Публично держась на расстоянии от кожевенного завода Паленов, Гулд продолжал активно работать, когда речь зашла о железной дороге Rutland & Washington. В мае 1865 года он продал контроль над R&W Уильяму Т. Харту, пароходному предпринимателю с реки Гудзон, который, как и старые пароходчики Дрю и Вандербильт, видел будущее и теперь интересовался железными дорогами. (Харт уже контролировал Rensselaer & Saratoga, линию, соединявшую R&W с Гудзоном). Джей заработал на этой сделке более 100 000 долларов — это был его первый по-настоящему крупный куш. Но он еще не закончил. Неделю спустя, как и было оговорено ранее, они с Хартом зарегистрировали компанию Troy, Salem & Rutland Railroad, что означало объединение R&W с Rensselaer & Saratoga — новую и динамичную железнодорожную компанию, способную завладеть своим рынком.
«Я считаю, — писал Харту потенциальный монополист, — что консолидация окажется необходимой и неизбежной для десятка или более дорог в ближайшее десятилетие. Гораздо лучше, чем простое сотрудничество, — это тесная координация, тесная вертикальная интеграция, непотопляемая экономия на масштабе и неоспоримое господство на рынке, где это возможно.
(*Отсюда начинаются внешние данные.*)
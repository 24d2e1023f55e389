import fc from 'fast-check';
import { describe, expect, it } from 'vitest';
import { coaxialLoopsMutualInductance_H } from '../../src/physics/coils/coaxial-loops.ts';
import type { Multilayer } from '../../src/physics/coils/multilayer.ts';
import { currentSheetInductance_H } from '../../src/physics/coils/nagaoka.ts';
import type { RoundLoop } from '../../src/physics/coils/round-loop.ts';
import type { Solenoid } from '../../src/physics/coils/solenoid.ts';
import { VACUUM_PERMEABILITY_H_PER_M } from '../../src/physics/constants.ts';
import { InvalidQuantity } from '../../src/physics/invalid-quantity.ts';
import { type CoaxialCoil, coupledCoils, mutualInductance } from '../../src/physics/mutual.ts';
import fixture from '../fixtures/mpfr/mutual.json' with { type: 'json' };

const MU0 = VACUUM_PERMEABILITY_H_PER_M;
const loop = (diameter_m: number, wireDiameter_m = 1e-18 * diameter_m, turns = 1): RoundLoop => ({
  shape: 'round-loop',
  diameter_m,
  wireDiameter_m,
  turns,
});
const solenoid = (turns: number, diameter_m: number, length_m: number, wireDiameter_m?: number): Solenoid => ({
  shape: 'solenoid',
  turns,
  diameter_m,
  length_m,
  ...(wireDiameter_m === undefined ? {} : { wireDiameter_m }),
});
const multilayer = (turns: number, innerDiameter_m: number, outerDiameter_m: number, length_m: number): Multilayer => ({
  shape: 'multilayer',
  turns,
  innerDiameter_m,
  outerDiameter_m,
  length_m,
});

/** A coil of one turn from [inner radius, outer radius, length]. */
function coilOf(section: readonly number[]): CoaxialCoil {
  const [inner, outer, length] = section as [number, number, number];
  if (inner !== outer) return multilayer(1, 2 * inner, 2 * outer, length);
  return length === 0 ? loop(2 * inner) : solenoid(1, 2 * inner, length);
}
const off = (value: number, expected: number): number =>
  expected === 0 ? Math.abs(value) : Math.abs(value / expected - 1);
const M = (first: CoaxialCoil, second: CoaxialCoil, distance: number): number =>
  mutualInductance(first, second, distance).mutualInductance_H;
const refusal = (calculate: () => unknown): string => {
  try {
    calculate();
  } catch (error) {
    if (error instanceof InvalidQuantity) return error.pointer;
    throw error;
  }
  return 'accepted';
};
Особое значение, конечно, имеют маршруты между крупными городами; но не менее важными будут и маршруты, связывающие карьеры, леса и другие ресурсы с ключевыми портами, или водные пути, соединяющие ключевые порты».[181]
С детства он увлекался картами. Теперь же бывший геодезист внимательно изучал свои карты с новым вниманием. Отмечая коммерческие узлы и конечные пункты, а также ключевые месторождения ресурсов и фабрики, он изучал небольшие железные дороги, усеивающие ландшафт, как кусочки сложного пазла, размышляя, какая из бесчисленных возможных комбинаций может принести максимальную экономию и прибыль.
«Мы находимся в том моменте, — писал он Джеймсу Оливеру — когда-то его учителю, а теперь его собеседнику, — когда нас ждет особое, неизбежное будущее. Я вижу вещи очень, очень ясно. Я чувствую вдохновение с концепцией художника. Божественное вдохновение? Не могу сказать. Но моя дорога проложена передо мной самым ясным образом». К этому он добавил, что чувствует себя так, словно «все колеса» наконец-то установлены на его жизнь. У него появилась не только профессиональная направленность, «но и смысл, который заключается в семье: жена и ребенок, ради которых можно вести войны и строить замки. Сейчас, когда я нахожусь в этом месте, я недоумеваю, как я мог выстоять раньше. Кажется, что все, что было до этого, — это бокс в темноте и бессмысленный скрежет. Теперь у меня есть дорога, по которой я должен идти, и причина, по которой я должен ее пройти. Теперь все части подходят друг к другу, и это стремление уже не слепое, а божественное, истинный, благородный и необходимый путь».[182]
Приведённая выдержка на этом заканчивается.